Can encoding String to Data with utf8 fail?

nick.keets · April 1, 2019, 11:43am

Can this string.data(using: .utf8)! ever fail? Is it safe to use it for any user input?

kirilltitov · April 1, 2019, 12:11pm

Theoretically, yes. In reality, I've never encountered it yet :)

However, if you want to get just bytes from string, you can always do this: let myBytes = [UInt8](myString.utf8) (and then Data(myBytes) if you really need it as Data).

johannesweiss · April 1, 2019, 1:33pm

It can fail, for example with this broken NSString:

import Foundation

let x = "💇‍♀️" as NSString
// this will create a broken string by using NSString's UTF16 offsets which is illegal here as we're splitting within one surrogate pair.
let bad = x.substring(with: NSRange(location: 0, length: 1)).data(using: .utf8)
print(bad.debugDescription) // will print 'nil'

if you want something that can't fail, use String.utf8 which yield a UTF8View which will use Unicode's replacement character in case you have some illegal string. If you want a Data containing the UTF8 bytes from a String, you could use

import Foundation

let x = "💇‍♀️" as NSString
// this will create a broken string by using NSString's UTF16 offsets which is illegal here as we're splitting within one surrogate pair.
let badString = x.substring(with: NSRange(location: 0, length: 1))
print(Data(badString.utf8)) // will print '3 bytes'

which can't fail. The 3 bytes you'll find in there are this replacement character.

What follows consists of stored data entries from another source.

"""Confirmation stage: front designs re-solved by a rigorous model, cached, polished.

References: the confirmed values must equal an independent evaluation of the same design
with the confirmation model (the Fourier solver, itself checked in test_fourier.py), and
a polished design must not be worse than its start (common practice, no source).
"""

from __future__ import annotations

import csv
import json
import textwrap
from pathlib import Path

import pytest

from chiropt.design import load_design
from chiropt.errors import InputError
from chiropt.goals import load_goal
from chiropt.model import quantities_of, run_model
from chiropt.run import run_goal_file, write_report

GOAL = """
name: confirm-small
design:
  lattice: {kind: square, period_nm: 450}
  particles:
    - {shape: cylinder, radius_nm: 70, height_nm: 100, material: {n: 3.6}}
  substrate: {material: {n: 1.45}}
  gap_nm: 50
  region: {kind: plane, height_nm: 50}
  illumination: {wavelength_nm: 800}
  model: {lmax: 2}
variables:
  particles[0].radius_nm: {min: 50, max: 80}
  lattice.period_nm: {min: 400, max: 500}
objectives:
  - {maximize: g, at_nm: 800}
  - {maximize: docp, at_nm: 800}
search:
  algorithm: SLSQP
  starts: 1
  max_evals_per_start: 4
  front: {method: epsilon-constraint, points: 3}
  explore: {samples: 6}
  confirm: {model: {solver: fourier, harmonics: 25}, polish: 2}
budget: {evaluations: 30}
seed: 5
"""


def _front(run_dir: Path):
    lines = [ln for ln in (run_dir / "front.csv").read_text().splitlines()
             if not ln.startswith("#")]
    return list(csv.DictReader(lines))


@pytest.fixture(scope="module")
def confirmed_run(tmp_path_factory):
    folder = tmp_path_factory.mktemp("confirm")
    goal_file = folder / "goal.yaml"
    goal_file.write_text(textwrap.dedent(GOAL))
    summary = run_goal_file(goal_file, out=folder / "runs", progress=False)[0]
    return goal_file, summary.run_dir


def test_front_holds_values_confirmed_by_the_rigorous_model(confirmed_run):
    goal_file, run_dir = confirmed_run
    rows = _front(run_dir)
    assert rows and "g@800nm (confirmed)" in rows[0]
    cand = sorted((run_dir / "candidates").glob("c*.yaml"))[0]
    design = load_design(cand)
    index = int(cand.stem[1:])
    row = next(r for r in rows if int(r["index"]) == index)
    data = design.to_dict()
    data["model"] = {"solver": "fourier", "harmonics": 25}
    from chiropt.design import design_from_dict

    q = quantities_of(run_model(design_from_dict(data, base_dir=design.base_dir)))
    assert abs(float(row["g@800nm (confirmed)"]) - float(q["g"][0])) < 1e-10
    assert row["confirm_model"].endswith("harmonics")


def test_confirmations_are_cached_and_keyed_by_the_model(confirmed_run):
    goal_file, run_dir = confirmed_run
    cache = json.loads((run_dir / "confirmed.json").read_text())
    n = len(cache["designs"])
    goal = load_goal(goal_file)[0]
    write_report(run_dir, goal)   # regenerated: nothing new to solve
    assert json.loads((run_dir / "confirmed.json").read_text()) == cache
    from dataclasses import replace

    other = replace(goal, search=replace(goal.search, confirm_model={"solver": "fourier",
                                                                     "harmonics": 9},
                                         confirm_polish=0))
    write_report(run_dir, other)
    fresh = json.loads((run_dir / "confirmed.json").read_text())
    assert fresh["model"] != cache["model"] and len(fresh["designs"]) == n
    assert fresh["designs"] != cache["designs"]
    write_report(run_dir, goal)   # back to the goal's own model for the other tests


def test_polished_designs_are_no_worse_than_their_start(confirmed_run):
    _, run_dir = confirmed_run
    rows = _front(run_dir)
    lines = [ln for ln in (run_dir / "confirmed.csv").read_text().splitlines()
             if not ln.startswith("#")]
    polished = {r["objective"]: r for r in csv.DictReader(lines)}
    for label in ("g@800nm", "docp@800nm"):
        best = max(float(r[f"{label} (confirmed)"]) for r in rows
                   if r["confirm_feasible"] == "true")
        assert float(polished[label][f"{label} (confirmed)"]) >= best - 1e-12
    assert (run_dir / "candidates" / "polished-0.yaml").is_file()


def test_confirm_section_is_validated(tmp_path):
    bad = GOAL.replace("confirm: {model: {solver: fourier, harmonics: 25}, polish: 2}",
                       "confirm: {polish: 2}")
    p = tmp_path / "bad.yaml"
    p.write_text(textwrap.dedent(bad))
    with pytest.raises(InputError) as err:
        load_goal(p)
    assert err.value.key == "search.confirm.model"
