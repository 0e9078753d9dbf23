"""Layout (GDSII) and full-wave set-up export of a design."""

import json
import subprocess
import sys
from pathlib import Path

import gdstk
import numpy as np
import pytest

from chiropt.design import design_from_dict
from chiropt.export.layout import fullwave_setup, write_gds
from chiropt.materials import get_material

ROOT = Path(__file__).resolve().parents[1]


def _design(kind="hexagonal"):
    lattice = ({"kind": kind, "period_nm": 400} if kind != "oblique"
               else {"kind": "oblique", "period_nm": [420, 380], "angle_deg": 70})
    return design_from_dict({
        "lattice": lattice,
        "particles": [{"radius_nm": 70, "material": "Si", "position_nm": [0, 0]},
                      {"radius_nm": 50, "material": "TiO2", "position_nm": [200, 115]}],
        "substrate": {"material": "SiO2"},
        "layers": [{"material": "Si3N4", "thickness_nm": 40}],
        "region": {"kind": "plane", "height_nm": 10},
        "illumination": {"wavelength_nm": [600, 700], "polar_deg": 20, "azimuth_deg": 30},
    })


@pytest.mark.parametrize("kind", ["square", "hexagonal", "oblique"])
def test_gds_layout_round_trip(tmp_path, kind):
    # gdstk (reference library) reads back what we wrote: cells x cells x particles
    # circles, on one layer per material, at the lattice positions, with the radius
    # within the polygon tolerance.
    design = _design(kind)
    path = write_gds(design, tmp_path / "a.gds", cells=4)
    lib = gdstk.read_gds(str(path))
    top = next(c for c in lib.cells if c.name == "ARRAY")
    polys = top.get_polygons()
    assert len(polys) == 4 * 4 * 2
    assert {p.layer for p in polys} == {1, 2}
    from chiropt.design import lattice_vectors_nm
    a1, a2 = (v / 1000 for v in lattice_vectors_nm(design.lattice))
    centres = sorted(tuple(np.round(p.points.mean(axis=0), 4)) for p in polys if p.layer == 1)
    expected = sorted(tuple(np.round(i * a1 + j * a2, 4)) for i in range(4) for j in range(4))
    np.testing.assert_allclose(centres, expected, atol=2e-3)
    radii = np.hypot(*(polys[0].points - polys[0].points.mean(axis=0)).T)
    r_true = 0.07 if polys[0].layer == 1 else 0.05
    assert np.all(np.abs(radii - r_true) < 1e-3)


def test_fullwave_setup_contents():
    d = _design()
    data = json.loads(json.dumps(fullwave_setup(d)))  # JSON-ready
    # materials at the design wavelengths equal the catalogue (refractiveindex.info data)
    n_si = get_material("Si").index(np.array([600.0, 700.0]))
    np.testing.assert_allclose(data["particles"][0]["material"]["n"], n_si.real)
    np.testing.assert_allclose(data["particles"][0]["material"]["k"], n_si.imag)
    # particles sit on the film: centre z = film thickness + radius
    assert data["particles"][1]["centre_nm"][2] == pytest.approx(40 + 50)
    # the incident +1 Jones vector is transverse and has positive optical chirality
    # (docs/theory.md §2): -Im(E* . (k x E)) > 0
    k = np.array(data["illumination"]["direction"])
    e = np.array(data["illumination"]["jones"]["+1"]["re"]) + 1j * np.array(
        data["illumination"]["jones"]["+1"]["im"])
    assert abs(np.dot(k, e)) < 1e-12
    assert -np.imag(np.vdot(e, np.cross(k, e))) > 0.99


def test_export_cli(tmp_path):
    res = subprocess.run([sys.executable, "-m", "chiropt.cli", "export",
                          "configs/near-field-design.yaml", "--gds", str(tmp_path / "x.gds"),
                          "--cells", "3", "--setup", str(tmp_path / "x.json")], cwd=ROOT,
                         capture_output=True, text=True, timeout=120)
    assert res.returncode == 0, res.stderr
    assert (tmp_path / "x.gds").stat().st_size > 200
    assert json.loads((tmp_path / "x.json").read_text())["lattice"]["kind"] == "square"
    bad = subprocess.run([sys.executable, "-m", "chiropt.cli", "export",
                          "configs/near-field-design.yaml", "--gds", str(tmp_path / "y.gds"),
                          "--cells", "0"], cwd=ROOT, capture_output=True, text=True,
                         timeout=120)
    assert bad.returncode == 2 and "--cells" in bad.stderr


def test_layout_draws_the_fourier_shapes_with_their_areas(tmp_path):
    # footprint areas against the closed forms (box minus its four rounded corners, ring,
    # ellipse pi a b; common practice, no source), to the layout's polygon tolerance
    import math

    import gdstk

    from chiropt.design import design_from_dict
    from chiropt.export.layout import write_gds

    d = design_from_dict({
        "lattice": {"kind": "square", "period_nm": 420},
        "particles": [
            {"shape": "box", "size_nm": [200, 120], "angle_deg": 30, "corner_radius_nm": 20,
             "height_nm": 90, "material": {"n": 3.5}, "position_nm": [-80, 0]},
            {"shape": "ring", "radius_nm": 70, "inner_radius_nm": 30, "height_nm": 140,
             "material": {"n": 2.4}, "position_nm": [120, 120]},
            {"shape": "elliptic_cylinder", "radius_nm": 50, "radius_b_nm": 25,
             "angle_deg": 10, "height_nm": 60, "material": {"n": 2.0},
             "position_nm": [120, -110]}],
        "substrate": {"material": {"n": 1.5}},
        "illumination": {"wavelength_nm": 700},
        "model": {"solver": "fourier", "harmonics": 25}})
    lib = gdstk.read_gds(str(write_gds(d, tmp_path / "a.gds", cells=1)))
    unit = next(c for c in lib.cells if c.name == "UNIT")
    areas = sorted(p.area() * 1e6 for p in unit.polygons)   # nm^2
    expected = sorted([200 * 120 - (4 - math.pi) * 20 ** 2, math.pi * (70 ** 2 - 30 ** 2),
                       math.pi * 50 * 25])
    for got, want in zip(areas, expected, strict=True):
        assert abs(got - want) < 0.02 * want
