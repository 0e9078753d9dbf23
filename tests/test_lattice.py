"""Tests of chiropt.lattice: Bravais lattices, diffraction orders, kz branch, Faddeeva."""

import autograd.numpy as anp
import numpy as np
import pytest
import scipy.special
from autograd import grad

from chiropt.errors import InputError
from chiropt.lattice import (
    Lattice,
    erfc_complex,
    kz_branch,
    order_indices,
    order_wavevectors,
    rayleigh_proximity,
    wofz,
)

A0 = 400e-9  # lattice constant used throughout [m]

LATTICES = {
    "square": lambda: Lattice.square(A0),
    "rectangular": lambda: Lattice.rectangular(A0, 1.4 * A0),
    "hexagonal": lambda: Lattice.hexagonal(A0),
    "oblique": lambda: Lattice.oblique(A0, 1.3 * A0, 1.1),
}


# ---------------------------------------------------------------- Bravais lattices
@pytest.mark.parametrize("name", LATTICES)
def test_reciprocal_vectors_are_dual(name):
    # definition b_i . a_j = 2 pi delta_ij (docs/theory.md §5)
    lat = LATTICES[name]()
    b1, b2 = lat.reciprocal()
    dots = np.array([[b1 @ lat.a1, b1 @ lat.a2], [b2 @ lat.a1, b2 @ lat.a2]])
    np.testing.assert_allclose(dots, 2 * np.pi * np.eye(2), atol=1e-12 * 2 * np.pi)


@pytest.mark.parametrize(
    ("name", "expected"),
    [
        ("square", A0**2),                                  # elementary geometry
        ("rectangular", 1.4 * A0**2),                       # elementary geometry
        ("hexagonal", np.sqrt(3) / 2 * A0**2),              # elementary geometry
        ("oblique", 1.3 * A0**2 * np.sin(1.1)),             # |a1 x a2| = a b sin(angle)
    ],
)
def test_cell_area(name, expected):
    assert LATTICES[name]().area == pytest.approx(expected, rel=1e-14)


def test_hexagonal_vectors():
    # brief's convention: a1 = (a, 0), a2 = (a/2, a sqrt3/2); common practice, no source
    lat = Lattice.hexagonal(A0)
    np.testing.assert_allclose(lat.a2, [A0 / 2, A0 * np.sqrt(3) / 2], rtol=1e-15)
    assert np.linalg.norm(lat.a2 - lat.a1) == pytest.approx(A0, rel=1e-14)


def test_area_differentiable_in_period():
    # d(a^2 sqrt3/2)/da = sqrt3 a (elementary calculus)
    g = grad(lambda a: Lattice.hexagonal(a).area)(A0)
    assert g == pytest.approx(np.sqrt(3) * A0, rel=1e-13)


def test_area_differentiable_in_angle():
    # d(a b sin t)/dt = a b cos t (elementary calculus)
    g = grad(lambda t: Lattice.oblique(A0, 1.3 * A0, t).area)(1.1)
    assert g == pytest.approx(1.3 * A0**2 * np.cos(1.1), rel=1e-13)


def test_reciprocal_differentiable_in_period():
    # |b1| of a square lattice is 2 pi / a, derivative -2 pi / a^2 (elementary calculus)
    g = grad(lambda a: Lattice.square(a).reciprocal()[0][0])(A0)
    assert g == pytest.approx(-2 * np.pi / A0**2, rel=1e-13)


@pytest.mark.parametrize(
    ("make", "match"),
    [
        (lambda: Lattice.square(-1e-7), "positive"),
        (lambda: Lattice.square(np.nan), "positive"),
        (lambda: Lattice.oblique(A0, A0, 0.0), "angle|0, pi"),
        (lambda: Lattice(np.array([A0, 0.0]), np.array([2 * A0, 0.0])), "parallel"),
        (lambda: Lattice(np.array([A0, 0.0, 0.0]), np.array([0.0, A0])), "length 2"),
    ],
)
def test_bad_lattice_raises(make, match):
    with pytest.raises(InputError, match=match):
        make()


# ---------------------------------------------------------------- diffraction orders
@pytest.mark.parametrize("name", LATTICES)
def test_order_indices_complete_and_sorted(name):
    # literal enumeration over a generous box (common practice, no source)
    lat = LATTICES[name]()
    b1, b2 = lat.reciprocal()
    g_max = 3.2 * np.linalg.norm(b1)
    mn = order_indices(lat, g_max)
    assert tuple(mn[0]) == (0, 0)
    box = [(m, n) for m in range(-30, 31) for n in range(-30, 31)
           if np.linalg.norm(m * b1 + n * b2) <= g_max]
    assert sorted(map(tuple, mn)) == sorted(box)
    lengths = np.linalg.norm(mn[:, :1] * b1 + mn[:, 1:] * b2, axis=1)
    assert np.all(np.diff(lengths) >= -1e-9 * g_max)


def test_order_indices_square_first_shell():
    # square lattice: the first shell |G| = 2 pi / a has 4 orders (common practice, no source)
    mn = order_indices(Lattice.square(A0), 1.01 * 2 * np.pi / A0)
    assert [tuple(x) for x in mn] == [(0, 0), (-1, 0), (0, -1), (0, 1), (1, 0)]


def test_order_indices_rejects_negative():
    with pytest.raises(InputError, match="g_max"):
        order_indices(Lattice.square(A0), -1.0)


def test_order_wavevectors():
    # q = k_par + m b1 + n b2 (docs/theory.md §5)
    lat = Lattice.oblique(A0, 1.3 * A0, 1.1)
    b1, b2 = lat.reciprocal()
    k_par = np.array([[1e6, 2e6], [-3e6, 0.5e6]])
    mn = np.array([[0, 0], [2, -1], [-1, 3]])
    q = order_wavevectors(lat, k_par, mn)
    assert q.shape == (2, 3, 2)
    np.testing.assert_allclose(q[1, 1], k_par[1] + 2 * b1 - b2, rtol=1e-14)


# ---------------------------------------------------------------- kz branch
def _q_line(values):
    return np.stack([np.asarray(values), np.zeros(len(values))], axis=-1)[None]


def test_kz_branch_real_k():
    # docs/theory.md §5: kz > 0 propagating, Im kz > 0 evanescent
    k = np.array([1.0e7])
    q = _q_line([0.0, 0.6e7, 1.5e7])
    kz = kz_branch(k, q)[0]
    np.testing.assert_allclose(kz, [1.0e7, 0.8e7, 1j * np.sqrt(1.25) * 1e7], rtol=1e-14)


@pytest.mark.parametrize("qx", [0.0, 0.9e7, 1.0e7, 3.0e7])
def test_kz_branch_lossy_k(qx):
    # Im kz >= 0 for a passive medium (docs/theory.md §5); kz^2 = k^2 - q^2 (definition)
    k = np.array([1.0e7 + 2e5j])
    kz = kz_branch(k, _q_line([qx]))[0, 0]
    assert kz.imag >= 0
    assert kz**2 == pytest.approx(k[0] ** 2 - qx**2, rel=1e-13)


def test_kz_branch_exactly_on_anomaly_is_finite():
    # documented floor |kz| >= 1e-8 k at k = |q| (module docstring)
    k = np.array([1.0e7])
    kz = kz_branch(k, _q_line([1.0e7]))[0, 0]
    assert np.isfinite(kz) and abs(kz) == pytest.approx(1e-8 * 1e7, rel=1e-12)
    g = grad(lambda kk: anp.real(kz_branch(kk, _q_line([1.0e7]))[0, 0]))(k)
    assert np.all(np.isfinite(g))


@pytest.mark.parametrize("qx", [0.3e7, 2.0e7])
def test_kz_branch_gradient(qx):
    # d kz / dk = k / kz (elementary calculus), propagating and evanescent
    k = np.array([1.0e7])
    f = lambda kk, part: part(kz_branch(kk, _q_line([qx]))[0, 0])
    kz = kz_branch(k, _q_line([qx]))[0, 0]
    assert grad(f)(k, anp.real)[0] == pytest.approx((k[0] / kz).real, rel=1e-12, abs=1e-14)
    assert grad(f)(k, anp.imag)[0] == pytest.approx((k[0] / kz).imag, rel=1e-12, abs=1e-14)


@pytest.mark.parametrize("n", [1.0, 1.5])
@pytest.mark.parametrize(("ratio", "expected"), [(1.01, 1), (0.99, 5)])
def test_square_lattice_only_zeroth_order_propagates(n, ratio, expected):
    # only (0,0) propagates when lambda > n a at normal incidence (common practice, no source)
    lam = ratio * n * A0
    k = np.array([2 * np.pi * n / lam])
    lat = Lattice.square(A0)
    mn = order_indices(lat, 3 * k[0])
    q = order_wavevectors(lat, np.zeros((1, 2)), mn)
    prop = np.linalg.norm(q, axis=-1)[0] < k[0]
    assert prop.sum() == expected


@pytest.mark.parametrize(("ratio", "expected"), [(1.001, 1), (0.999, 7)])
def test_hexagonal_first_anomaly(ratio, expected):
    # hexagonal lattice first anomaly at lambda = n a sqrt3/2 (docs/theory.md §5)
    n = 1.33
    lam_ra = n * A0 * np.sqrt(3) / 2
    lat = Lattice.hexagonal(A0)
    k = np.array([2 * np.pi * n / (ratio * lam_ra)])
    mn = order_indices(lat, 3 * k[0])
    q = order_wavevectors(lat, np.zeros((1, 2)), mn)
    assert (np.linalg.norm(q, axis=-1)[0] < k[0]).sum() == expected
    on = rayleigh_proximity(np.array([2 * np.pi * n / lam_ra]), np.zeros((1, 2)), lat)
    assert on[0] < 1e-12


def test_rayleigh_proximity_oblique_incidence():
    # order (-1,0) anomaly at lambda = a (n + n sin theta), incidence in xz (docs/theory.md §5)
    n, theta = 1.0, np.deg2rad(20.0)
    lam = A0 * (n + n * np.sin(theta))
    k = 2 * np.pi * n / lam
    lat = Lattice.square(A0)
    k_par = np.array([[k * np.sin(theta), 0.0], [k * np.sin(theta), 0.0]])
    prox = rayleigh_proximity(np.array([k, 1.05 * k]), k_par, lat)
    assert prox[0] < 1e-12
    assert prox[1] > 1e-3


# ---------------------------------------------------------------- Faddeeva primitive
Z_POINTS = [0.3 + 0.2j, -1.7 + 0.4j, 2.5 + 3.0j, 0.8 - 0.3j, 6.0 + 0.01j]


@pytest.mark.parametrize("z", Z_POINTS)
def test_wofz_matches_erfc_definition(z):
    # w(z) = exp(-z^2) erfc(-iz) (A&S 7.1.3); scipy.special.erfc (reference library)
    assert wofz(z) == pytest.approx(np.exp(-z * z) * scipy.special.erfc(-1j * z), rel=1e-12)


@pytest.mark.parametrize("z", Z_POINTS)
def test_erfc_complex(z):
    # scipy.special.erfc (reference library)
    assert erfc_complex(z) == pytest.approx(scipy.special.erfc(z), rel=1e-12)


@pytest.mark.parametrize("z", Z_POINTS)
def test_wofz_vjp_matches_analytic_derivative(z):
    # holomorphic convention: grad of Re(w) is w'(z) (autograd numpy_vjps); A&S 7.1.20
    deriv = -2 * z * scipy.special.wofz(z) + 2j / np.sqrt(np.pi)
    assert grad(lambda zz: anp.real(wofz(zz)))(z) == pytest.approx(deriv, rel=1e-12)


@pytest.mark.parametrize("z", Z_POINTS)
def test_wofz_gradient_vs_finite_differences(z):
    # central finite differences of a real function of Re z, Im z (common practice, no source)
    c = 0.7 - 1.3j
    f = lambda x, y: anp.real(c * wofz(x + 1j * y)) + anp.abs(wofz(x + 1j * y)) ** 2
    h = 1e-6
    fx = (f(z.real + h, z.imag) - f(z.real - h, z.imag)) / (2 * h)
    fy = (f(z.real, z.imag + h) - f(z.real, z.imag - h)) / (2 * h)
    gx, gy = grad(f, 0)(z.real, z.imag), grad(f, 1)(z.real, z.imag)
    assert gx == pytest.approx(fx, rel=1e-7, abs=1e-9)
    assert gy == pytest.approx(fy, rel=1e-7, abs=1e-9)
    # complex-argument gradient in autograd's convention: df/dx - i df/dy
    gz = grad(lambda zz: f(anp.real(zz), anp.imag(zz)))(z)
    assert gz == pytest.approx(fx - 1j * fy, rel=1e-7, abs=1e-9)


def test_wofz_real_input_gradient():
    # real input: gradient Re(g w'(x)), checked by central finite differences
    x = 0.6
    h = 1e-6
    f = lambda t: anp.imag(wofz(t))
    fd = (f(x + h) - f(x - h)) / (2 * h)
    assert grad(f)(x) == pytest.approx(fd, rel=1e-8)
    # Im w(x) = 2/sqrt(pi) F(x), F Dawson's integral (value from memory: DLMF §7.5);
    # scipy.special.dawsn (reference library)
    assert f(x) == pytest.approx(2 / np.sqrt(np.pi) * scipy.special.dawsn(x), rel=1e-13)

YOCKOW · October 22, 2020, 4:20am

(I know this topic is old, but think it should be updated.)

From Swift 5(5.1), string.data(using: .utf8) is the very same with Data(string.utf8) since swift#24215, swift#24239, and swift-corelibs-foundation#2173 were merged.

Therefore, bad.debugDescription in @johannesweiss's first example above is not nil any longer in recent Swift.